Where does the word "ToStatus" show up in the records? Copy every line that holds it.

□ □ □ □

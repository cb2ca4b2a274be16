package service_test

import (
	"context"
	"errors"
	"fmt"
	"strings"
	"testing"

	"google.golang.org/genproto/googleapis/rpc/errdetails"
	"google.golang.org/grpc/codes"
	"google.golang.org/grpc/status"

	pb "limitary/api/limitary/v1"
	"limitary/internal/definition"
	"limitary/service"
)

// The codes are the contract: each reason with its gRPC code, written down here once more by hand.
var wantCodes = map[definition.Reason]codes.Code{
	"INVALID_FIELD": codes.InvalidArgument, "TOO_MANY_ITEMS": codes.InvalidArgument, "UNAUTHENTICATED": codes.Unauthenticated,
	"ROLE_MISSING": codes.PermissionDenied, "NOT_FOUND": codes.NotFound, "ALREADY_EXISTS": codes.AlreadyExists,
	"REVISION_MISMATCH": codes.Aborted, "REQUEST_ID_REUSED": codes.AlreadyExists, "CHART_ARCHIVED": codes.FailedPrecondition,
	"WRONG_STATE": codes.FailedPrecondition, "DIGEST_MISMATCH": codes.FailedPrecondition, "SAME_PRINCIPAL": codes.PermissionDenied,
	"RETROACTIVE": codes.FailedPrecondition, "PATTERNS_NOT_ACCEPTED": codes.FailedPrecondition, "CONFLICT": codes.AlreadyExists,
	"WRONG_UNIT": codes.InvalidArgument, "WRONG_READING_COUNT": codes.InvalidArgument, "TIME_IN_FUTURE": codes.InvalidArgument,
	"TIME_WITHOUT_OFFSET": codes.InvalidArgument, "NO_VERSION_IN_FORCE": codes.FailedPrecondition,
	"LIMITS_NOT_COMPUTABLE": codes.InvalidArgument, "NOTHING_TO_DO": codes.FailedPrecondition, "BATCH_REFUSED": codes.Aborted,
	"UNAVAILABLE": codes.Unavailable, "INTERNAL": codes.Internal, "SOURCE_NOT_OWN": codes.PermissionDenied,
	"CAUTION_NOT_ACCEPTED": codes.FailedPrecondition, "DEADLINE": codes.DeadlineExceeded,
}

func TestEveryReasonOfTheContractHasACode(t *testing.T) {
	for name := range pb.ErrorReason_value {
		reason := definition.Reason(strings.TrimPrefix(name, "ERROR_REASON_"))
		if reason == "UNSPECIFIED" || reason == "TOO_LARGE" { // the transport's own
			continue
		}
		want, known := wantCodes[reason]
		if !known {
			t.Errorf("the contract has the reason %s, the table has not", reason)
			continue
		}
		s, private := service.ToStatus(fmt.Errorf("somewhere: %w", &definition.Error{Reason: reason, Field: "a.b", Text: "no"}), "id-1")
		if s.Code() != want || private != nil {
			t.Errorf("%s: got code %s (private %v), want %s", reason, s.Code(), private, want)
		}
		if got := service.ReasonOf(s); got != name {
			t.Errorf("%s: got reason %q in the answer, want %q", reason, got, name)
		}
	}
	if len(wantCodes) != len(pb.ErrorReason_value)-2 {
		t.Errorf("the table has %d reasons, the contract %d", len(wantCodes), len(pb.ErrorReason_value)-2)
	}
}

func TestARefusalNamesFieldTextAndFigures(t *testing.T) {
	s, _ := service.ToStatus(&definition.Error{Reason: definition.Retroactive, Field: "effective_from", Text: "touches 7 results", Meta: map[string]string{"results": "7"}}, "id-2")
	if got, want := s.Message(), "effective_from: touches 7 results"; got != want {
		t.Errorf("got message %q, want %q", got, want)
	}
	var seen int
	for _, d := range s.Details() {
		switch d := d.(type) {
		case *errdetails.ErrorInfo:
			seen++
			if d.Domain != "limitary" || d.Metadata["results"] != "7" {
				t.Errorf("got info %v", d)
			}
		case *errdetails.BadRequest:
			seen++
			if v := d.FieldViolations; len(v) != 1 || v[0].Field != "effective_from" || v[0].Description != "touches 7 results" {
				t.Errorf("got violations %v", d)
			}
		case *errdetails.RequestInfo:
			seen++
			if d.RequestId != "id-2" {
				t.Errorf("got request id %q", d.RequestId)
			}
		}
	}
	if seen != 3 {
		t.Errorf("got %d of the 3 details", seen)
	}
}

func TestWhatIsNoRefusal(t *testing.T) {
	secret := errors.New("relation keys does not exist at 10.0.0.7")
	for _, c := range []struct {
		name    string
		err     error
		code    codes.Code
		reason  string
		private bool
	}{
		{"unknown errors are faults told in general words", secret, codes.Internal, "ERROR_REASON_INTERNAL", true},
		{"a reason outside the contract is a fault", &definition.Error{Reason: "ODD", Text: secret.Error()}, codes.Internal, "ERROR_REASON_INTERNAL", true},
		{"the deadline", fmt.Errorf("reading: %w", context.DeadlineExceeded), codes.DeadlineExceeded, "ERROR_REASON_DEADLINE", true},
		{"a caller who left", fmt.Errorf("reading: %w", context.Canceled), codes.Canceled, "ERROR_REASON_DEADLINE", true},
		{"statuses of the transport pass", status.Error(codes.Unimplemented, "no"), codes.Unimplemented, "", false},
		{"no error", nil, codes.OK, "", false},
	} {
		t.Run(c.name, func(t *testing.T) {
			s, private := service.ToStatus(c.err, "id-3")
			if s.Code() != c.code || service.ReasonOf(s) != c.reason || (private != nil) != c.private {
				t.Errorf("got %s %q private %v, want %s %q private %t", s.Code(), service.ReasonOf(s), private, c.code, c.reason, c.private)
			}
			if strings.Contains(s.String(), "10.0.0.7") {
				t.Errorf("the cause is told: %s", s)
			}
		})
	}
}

□ □ □ □

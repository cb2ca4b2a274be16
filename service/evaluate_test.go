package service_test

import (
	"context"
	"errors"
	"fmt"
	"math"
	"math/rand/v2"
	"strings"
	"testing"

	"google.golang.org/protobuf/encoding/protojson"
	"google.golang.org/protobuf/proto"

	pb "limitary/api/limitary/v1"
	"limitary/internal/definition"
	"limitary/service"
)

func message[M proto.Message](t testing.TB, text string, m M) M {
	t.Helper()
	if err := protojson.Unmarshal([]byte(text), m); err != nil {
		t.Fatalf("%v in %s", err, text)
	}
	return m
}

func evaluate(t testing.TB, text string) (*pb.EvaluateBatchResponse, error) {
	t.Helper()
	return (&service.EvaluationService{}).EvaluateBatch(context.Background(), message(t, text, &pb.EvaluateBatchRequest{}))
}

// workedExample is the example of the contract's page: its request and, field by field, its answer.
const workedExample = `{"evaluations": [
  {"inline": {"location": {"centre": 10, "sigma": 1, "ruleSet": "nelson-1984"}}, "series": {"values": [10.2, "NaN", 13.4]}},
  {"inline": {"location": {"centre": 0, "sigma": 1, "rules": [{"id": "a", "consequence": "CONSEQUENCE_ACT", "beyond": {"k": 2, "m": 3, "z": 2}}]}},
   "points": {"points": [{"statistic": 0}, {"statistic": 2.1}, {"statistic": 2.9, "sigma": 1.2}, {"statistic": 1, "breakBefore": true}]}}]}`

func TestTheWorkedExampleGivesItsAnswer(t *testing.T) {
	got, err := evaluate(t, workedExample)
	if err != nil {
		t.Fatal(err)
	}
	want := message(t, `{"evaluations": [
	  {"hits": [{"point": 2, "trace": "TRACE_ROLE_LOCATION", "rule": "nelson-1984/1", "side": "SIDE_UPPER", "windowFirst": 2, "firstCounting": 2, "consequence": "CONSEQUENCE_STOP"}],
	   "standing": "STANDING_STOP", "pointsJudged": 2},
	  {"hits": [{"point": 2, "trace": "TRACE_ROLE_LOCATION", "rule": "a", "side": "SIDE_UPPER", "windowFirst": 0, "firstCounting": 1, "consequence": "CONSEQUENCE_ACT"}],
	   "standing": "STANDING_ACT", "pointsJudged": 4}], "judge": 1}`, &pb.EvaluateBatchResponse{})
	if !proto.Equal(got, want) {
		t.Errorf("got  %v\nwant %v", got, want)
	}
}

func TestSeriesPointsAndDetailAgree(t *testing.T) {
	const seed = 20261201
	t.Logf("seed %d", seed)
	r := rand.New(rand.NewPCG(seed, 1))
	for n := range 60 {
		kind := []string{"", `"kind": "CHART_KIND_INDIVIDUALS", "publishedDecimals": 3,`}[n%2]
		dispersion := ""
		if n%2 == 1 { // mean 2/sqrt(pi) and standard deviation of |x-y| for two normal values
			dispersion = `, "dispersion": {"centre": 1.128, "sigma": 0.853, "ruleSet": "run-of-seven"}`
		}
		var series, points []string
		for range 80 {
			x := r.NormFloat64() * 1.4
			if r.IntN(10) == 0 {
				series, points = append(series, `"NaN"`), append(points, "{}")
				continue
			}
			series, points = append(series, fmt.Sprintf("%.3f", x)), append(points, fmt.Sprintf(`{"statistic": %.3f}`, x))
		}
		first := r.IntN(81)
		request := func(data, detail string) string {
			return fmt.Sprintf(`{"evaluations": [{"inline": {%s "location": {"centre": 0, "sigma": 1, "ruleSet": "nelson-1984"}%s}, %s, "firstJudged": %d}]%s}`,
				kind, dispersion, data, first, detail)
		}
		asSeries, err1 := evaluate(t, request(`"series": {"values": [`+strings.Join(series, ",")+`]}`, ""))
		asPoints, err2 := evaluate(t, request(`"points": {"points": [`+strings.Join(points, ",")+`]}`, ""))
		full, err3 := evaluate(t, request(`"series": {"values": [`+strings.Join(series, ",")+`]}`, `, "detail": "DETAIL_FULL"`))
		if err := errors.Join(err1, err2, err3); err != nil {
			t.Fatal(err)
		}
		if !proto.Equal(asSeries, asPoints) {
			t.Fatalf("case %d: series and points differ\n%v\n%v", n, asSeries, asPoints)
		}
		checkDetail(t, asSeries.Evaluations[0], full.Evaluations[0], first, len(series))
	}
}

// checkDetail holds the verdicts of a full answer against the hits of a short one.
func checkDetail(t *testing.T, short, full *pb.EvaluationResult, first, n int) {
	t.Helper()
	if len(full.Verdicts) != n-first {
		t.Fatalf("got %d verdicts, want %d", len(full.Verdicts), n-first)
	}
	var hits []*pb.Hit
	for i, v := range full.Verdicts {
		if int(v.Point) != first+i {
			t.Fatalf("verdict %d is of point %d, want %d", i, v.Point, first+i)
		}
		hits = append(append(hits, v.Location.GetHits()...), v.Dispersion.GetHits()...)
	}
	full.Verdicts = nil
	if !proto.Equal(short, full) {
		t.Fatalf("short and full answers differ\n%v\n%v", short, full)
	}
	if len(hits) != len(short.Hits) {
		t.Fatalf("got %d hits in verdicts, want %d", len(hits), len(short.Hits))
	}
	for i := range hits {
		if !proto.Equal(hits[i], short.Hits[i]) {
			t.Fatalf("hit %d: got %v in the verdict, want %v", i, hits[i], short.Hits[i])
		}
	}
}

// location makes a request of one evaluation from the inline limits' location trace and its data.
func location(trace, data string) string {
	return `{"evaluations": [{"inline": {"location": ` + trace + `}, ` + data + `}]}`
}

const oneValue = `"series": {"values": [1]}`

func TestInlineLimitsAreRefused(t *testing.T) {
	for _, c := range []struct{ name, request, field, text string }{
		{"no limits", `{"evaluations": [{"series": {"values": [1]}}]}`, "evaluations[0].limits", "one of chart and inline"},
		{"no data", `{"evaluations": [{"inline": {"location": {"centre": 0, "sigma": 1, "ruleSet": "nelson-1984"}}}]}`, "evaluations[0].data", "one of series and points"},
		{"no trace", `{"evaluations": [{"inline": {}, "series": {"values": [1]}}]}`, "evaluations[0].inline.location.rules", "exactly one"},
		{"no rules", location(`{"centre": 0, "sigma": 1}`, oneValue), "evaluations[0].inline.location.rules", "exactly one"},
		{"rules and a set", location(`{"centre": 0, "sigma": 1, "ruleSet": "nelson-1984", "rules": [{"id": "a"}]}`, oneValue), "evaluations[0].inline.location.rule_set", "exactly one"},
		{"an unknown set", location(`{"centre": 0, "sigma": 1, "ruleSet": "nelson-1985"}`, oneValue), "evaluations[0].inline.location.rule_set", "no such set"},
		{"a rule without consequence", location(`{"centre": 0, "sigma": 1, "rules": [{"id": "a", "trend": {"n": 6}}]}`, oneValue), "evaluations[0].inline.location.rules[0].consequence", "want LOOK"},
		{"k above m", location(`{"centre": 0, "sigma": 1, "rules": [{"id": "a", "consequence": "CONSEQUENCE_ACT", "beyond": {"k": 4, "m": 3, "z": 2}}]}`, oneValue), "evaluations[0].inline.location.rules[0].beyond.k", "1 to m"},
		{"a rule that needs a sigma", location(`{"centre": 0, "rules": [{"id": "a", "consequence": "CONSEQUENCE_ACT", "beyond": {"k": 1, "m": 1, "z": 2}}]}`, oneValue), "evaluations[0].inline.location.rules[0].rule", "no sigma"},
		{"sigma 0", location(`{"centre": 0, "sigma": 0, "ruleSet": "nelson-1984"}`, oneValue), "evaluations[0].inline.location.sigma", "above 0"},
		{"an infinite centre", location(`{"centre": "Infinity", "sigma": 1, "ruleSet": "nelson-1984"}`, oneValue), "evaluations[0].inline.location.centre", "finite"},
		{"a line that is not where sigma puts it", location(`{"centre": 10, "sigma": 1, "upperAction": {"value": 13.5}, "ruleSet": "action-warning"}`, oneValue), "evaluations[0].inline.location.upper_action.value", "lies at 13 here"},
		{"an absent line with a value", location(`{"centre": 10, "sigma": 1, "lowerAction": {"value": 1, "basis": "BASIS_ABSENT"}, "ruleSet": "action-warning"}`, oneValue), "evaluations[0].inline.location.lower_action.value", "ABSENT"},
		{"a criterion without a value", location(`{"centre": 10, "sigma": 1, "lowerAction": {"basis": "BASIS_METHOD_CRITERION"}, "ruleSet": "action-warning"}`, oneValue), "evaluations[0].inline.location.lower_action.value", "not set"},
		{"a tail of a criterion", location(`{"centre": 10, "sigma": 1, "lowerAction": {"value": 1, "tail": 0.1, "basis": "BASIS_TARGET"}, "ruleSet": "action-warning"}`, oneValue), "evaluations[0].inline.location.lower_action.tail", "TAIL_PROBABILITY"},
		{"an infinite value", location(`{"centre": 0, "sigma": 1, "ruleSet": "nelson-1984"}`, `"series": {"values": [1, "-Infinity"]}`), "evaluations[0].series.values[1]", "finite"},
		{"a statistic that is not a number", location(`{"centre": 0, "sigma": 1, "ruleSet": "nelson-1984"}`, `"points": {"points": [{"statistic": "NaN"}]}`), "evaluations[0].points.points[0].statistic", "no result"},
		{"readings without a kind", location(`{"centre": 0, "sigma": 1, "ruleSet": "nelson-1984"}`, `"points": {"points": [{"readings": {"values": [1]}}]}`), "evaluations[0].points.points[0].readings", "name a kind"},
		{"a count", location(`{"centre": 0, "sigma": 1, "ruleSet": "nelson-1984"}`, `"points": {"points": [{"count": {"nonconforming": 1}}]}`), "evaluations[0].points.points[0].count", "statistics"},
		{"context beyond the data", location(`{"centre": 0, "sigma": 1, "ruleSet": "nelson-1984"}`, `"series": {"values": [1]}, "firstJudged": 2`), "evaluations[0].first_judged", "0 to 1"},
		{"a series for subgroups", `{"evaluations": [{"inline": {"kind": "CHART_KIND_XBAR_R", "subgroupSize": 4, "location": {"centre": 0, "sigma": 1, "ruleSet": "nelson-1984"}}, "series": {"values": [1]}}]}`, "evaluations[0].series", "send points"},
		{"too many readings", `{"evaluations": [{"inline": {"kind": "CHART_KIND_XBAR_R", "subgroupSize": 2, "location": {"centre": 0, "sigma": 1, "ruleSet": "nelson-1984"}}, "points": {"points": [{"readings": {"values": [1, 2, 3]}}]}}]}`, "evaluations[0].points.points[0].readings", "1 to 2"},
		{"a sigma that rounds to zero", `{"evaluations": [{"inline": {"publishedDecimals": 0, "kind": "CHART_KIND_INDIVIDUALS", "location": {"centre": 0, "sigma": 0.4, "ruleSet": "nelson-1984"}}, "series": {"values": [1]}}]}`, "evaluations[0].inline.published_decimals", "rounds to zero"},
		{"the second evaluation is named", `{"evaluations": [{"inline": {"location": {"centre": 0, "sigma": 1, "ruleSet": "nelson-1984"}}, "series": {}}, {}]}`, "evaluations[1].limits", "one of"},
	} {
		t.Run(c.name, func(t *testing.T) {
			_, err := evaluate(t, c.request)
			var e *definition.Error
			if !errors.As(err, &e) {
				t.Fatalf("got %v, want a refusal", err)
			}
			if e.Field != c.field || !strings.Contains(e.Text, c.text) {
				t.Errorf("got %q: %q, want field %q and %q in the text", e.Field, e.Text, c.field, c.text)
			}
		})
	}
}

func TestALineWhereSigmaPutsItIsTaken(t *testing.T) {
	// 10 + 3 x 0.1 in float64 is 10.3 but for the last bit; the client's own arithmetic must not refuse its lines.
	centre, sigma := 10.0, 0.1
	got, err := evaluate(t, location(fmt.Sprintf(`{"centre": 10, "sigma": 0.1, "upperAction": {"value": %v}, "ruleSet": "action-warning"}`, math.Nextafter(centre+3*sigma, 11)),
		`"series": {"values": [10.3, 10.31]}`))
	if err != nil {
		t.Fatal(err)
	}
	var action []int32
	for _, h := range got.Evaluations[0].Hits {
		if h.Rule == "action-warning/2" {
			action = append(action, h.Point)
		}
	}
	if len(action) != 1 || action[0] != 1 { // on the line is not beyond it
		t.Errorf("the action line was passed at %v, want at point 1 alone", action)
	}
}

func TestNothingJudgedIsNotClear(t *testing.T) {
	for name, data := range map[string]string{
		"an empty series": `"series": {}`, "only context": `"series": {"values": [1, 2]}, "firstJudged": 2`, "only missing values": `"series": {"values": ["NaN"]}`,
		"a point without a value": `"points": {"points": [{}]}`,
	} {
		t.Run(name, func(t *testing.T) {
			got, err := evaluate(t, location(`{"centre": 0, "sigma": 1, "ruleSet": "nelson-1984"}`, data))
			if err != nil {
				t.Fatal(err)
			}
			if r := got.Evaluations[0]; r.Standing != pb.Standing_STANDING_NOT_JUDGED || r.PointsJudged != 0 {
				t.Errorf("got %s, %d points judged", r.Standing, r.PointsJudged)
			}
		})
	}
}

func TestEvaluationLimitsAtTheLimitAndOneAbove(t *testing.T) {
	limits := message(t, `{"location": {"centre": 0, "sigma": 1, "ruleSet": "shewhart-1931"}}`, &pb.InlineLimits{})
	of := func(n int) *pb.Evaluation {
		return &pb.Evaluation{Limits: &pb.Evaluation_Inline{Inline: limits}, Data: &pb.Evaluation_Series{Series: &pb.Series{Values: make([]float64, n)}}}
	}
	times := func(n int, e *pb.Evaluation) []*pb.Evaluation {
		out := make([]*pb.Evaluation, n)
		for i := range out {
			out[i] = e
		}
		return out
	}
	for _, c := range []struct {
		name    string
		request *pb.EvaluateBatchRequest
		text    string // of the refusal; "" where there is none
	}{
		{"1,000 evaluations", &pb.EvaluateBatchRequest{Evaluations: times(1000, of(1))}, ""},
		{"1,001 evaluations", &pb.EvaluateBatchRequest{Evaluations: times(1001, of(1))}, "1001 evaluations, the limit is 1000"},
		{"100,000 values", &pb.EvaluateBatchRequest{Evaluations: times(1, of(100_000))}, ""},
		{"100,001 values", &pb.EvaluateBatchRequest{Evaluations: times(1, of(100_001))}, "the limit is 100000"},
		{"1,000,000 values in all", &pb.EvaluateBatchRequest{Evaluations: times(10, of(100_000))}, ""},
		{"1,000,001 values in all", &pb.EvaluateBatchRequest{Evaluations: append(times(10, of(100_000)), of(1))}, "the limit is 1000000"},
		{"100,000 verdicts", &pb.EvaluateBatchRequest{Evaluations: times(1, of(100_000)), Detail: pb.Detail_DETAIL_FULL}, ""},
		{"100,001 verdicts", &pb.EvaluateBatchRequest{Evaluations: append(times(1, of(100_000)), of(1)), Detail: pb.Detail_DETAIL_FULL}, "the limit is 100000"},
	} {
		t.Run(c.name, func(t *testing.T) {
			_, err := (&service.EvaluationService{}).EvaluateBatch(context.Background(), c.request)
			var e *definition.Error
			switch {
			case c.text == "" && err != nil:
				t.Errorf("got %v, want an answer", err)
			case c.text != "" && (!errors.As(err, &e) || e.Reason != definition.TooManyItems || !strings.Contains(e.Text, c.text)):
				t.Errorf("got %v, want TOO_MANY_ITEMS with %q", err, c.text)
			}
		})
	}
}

□ □ □ □

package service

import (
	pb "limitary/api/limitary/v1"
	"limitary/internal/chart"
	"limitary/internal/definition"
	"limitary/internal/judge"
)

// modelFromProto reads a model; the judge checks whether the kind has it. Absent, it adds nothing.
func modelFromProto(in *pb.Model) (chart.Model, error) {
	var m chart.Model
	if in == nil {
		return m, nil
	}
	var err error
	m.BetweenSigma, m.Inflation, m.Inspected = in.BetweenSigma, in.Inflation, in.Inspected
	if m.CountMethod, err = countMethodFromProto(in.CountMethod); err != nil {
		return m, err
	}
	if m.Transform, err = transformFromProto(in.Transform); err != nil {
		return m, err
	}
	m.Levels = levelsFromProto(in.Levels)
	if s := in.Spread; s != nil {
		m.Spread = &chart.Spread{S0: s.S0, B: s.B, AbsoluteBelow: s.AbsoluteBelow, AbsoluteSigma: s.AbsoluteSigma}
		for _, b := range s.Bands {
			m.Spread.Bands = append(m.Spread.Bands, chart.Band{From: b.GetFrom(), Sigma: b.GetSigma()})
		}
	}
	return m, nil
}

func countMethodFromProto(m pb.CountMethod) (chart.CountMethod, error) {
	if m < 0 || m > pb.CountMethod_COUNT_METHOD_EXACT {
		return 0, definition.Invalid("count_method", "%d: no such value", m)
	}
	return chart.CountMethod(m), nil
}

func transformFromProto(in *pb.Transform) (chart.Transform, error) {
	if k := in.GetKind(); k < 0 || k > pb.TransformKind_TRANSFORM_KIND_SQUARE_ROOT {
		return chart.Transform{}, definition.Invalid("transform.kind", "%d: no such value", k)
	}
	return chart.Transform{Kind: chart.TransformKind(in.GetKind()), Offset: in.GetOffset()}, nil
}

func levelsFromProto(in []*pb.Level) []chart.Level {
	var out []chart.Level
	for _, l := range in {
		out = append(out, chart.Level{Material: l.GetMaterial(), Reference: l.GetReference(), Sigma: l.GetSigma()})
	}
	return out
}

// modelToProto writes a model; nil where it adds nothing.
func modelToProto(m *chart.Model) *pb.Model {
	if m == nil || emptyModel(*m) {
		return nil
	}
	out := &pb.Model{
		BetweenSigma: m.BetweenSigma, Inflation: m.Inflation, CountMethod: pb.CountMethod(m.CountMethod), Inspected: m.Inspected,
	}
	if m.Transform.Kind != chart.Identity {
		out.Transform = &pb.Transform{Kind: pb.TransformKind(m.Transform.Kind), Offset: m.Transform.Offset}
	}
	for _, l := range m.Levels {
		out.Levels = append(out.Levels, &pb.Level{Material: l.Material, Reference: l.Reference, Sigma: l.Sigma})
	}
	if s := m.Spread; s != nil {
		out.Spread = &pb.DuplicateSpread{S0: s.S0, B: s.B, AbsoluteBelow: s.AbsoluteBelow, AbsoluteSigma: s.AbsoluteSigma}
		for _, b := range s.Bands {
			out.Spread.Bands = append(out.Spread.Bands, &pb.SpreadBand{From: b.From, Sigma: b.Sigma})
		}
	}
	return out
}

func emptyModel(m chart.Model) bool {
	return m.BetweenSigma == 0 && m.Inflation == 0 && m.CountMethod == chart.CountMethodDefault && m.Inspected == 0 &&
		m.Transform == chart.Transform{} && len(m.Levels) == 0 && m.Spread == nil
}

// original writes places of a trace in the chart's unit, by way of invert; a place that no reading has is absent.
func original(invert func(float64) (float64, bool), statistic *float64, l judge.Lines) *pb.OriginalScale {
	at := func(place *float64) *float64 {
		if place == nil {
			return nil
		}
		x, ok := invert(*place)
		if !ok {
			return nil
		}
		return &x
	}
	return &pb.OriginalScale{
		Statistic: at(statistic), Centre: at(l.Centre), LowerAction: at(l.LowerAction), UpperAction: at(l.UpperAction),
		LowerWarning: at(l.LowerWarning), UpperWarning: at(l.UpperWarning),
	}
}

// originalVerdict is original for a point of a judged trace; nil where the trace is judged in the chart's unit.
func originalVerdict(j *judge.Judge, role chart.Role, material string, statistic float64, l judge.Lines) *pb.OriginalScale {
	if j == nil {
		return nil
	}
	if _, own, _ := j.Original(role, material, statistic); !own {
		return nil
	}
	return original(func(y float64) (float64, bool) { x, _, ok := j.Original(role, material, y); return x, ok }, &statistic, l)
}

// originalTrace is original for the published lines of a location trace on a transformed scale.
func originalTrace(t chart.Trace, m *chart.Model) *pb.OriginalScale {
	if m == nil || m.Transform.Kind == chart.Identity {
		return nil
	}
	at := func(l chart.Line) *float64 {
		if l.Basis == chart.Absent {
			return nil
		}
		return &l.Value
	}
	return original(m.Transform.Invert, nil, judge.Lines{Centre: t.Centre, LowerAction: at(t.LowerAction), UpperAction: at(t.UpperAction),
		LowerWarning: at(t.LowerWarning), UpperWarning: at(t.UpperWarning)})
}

□ □ □ □

* **Solution below**:
		s, private := service.ToStatus(fmt.Errorf("somewhere: %w", &definition.Error{Reason: reason, Field: "a.b", Text: "no"}), "id-1")
	s, _ := service.ToStatus(&definition.Error{Reason: definition.Retroactive, Field: "effective_from", Text: "touches 7 results", Meta: map[string]string{"results": "7"}}, "id-2")
			s, private := service.ToStatus(c.err, "id-3")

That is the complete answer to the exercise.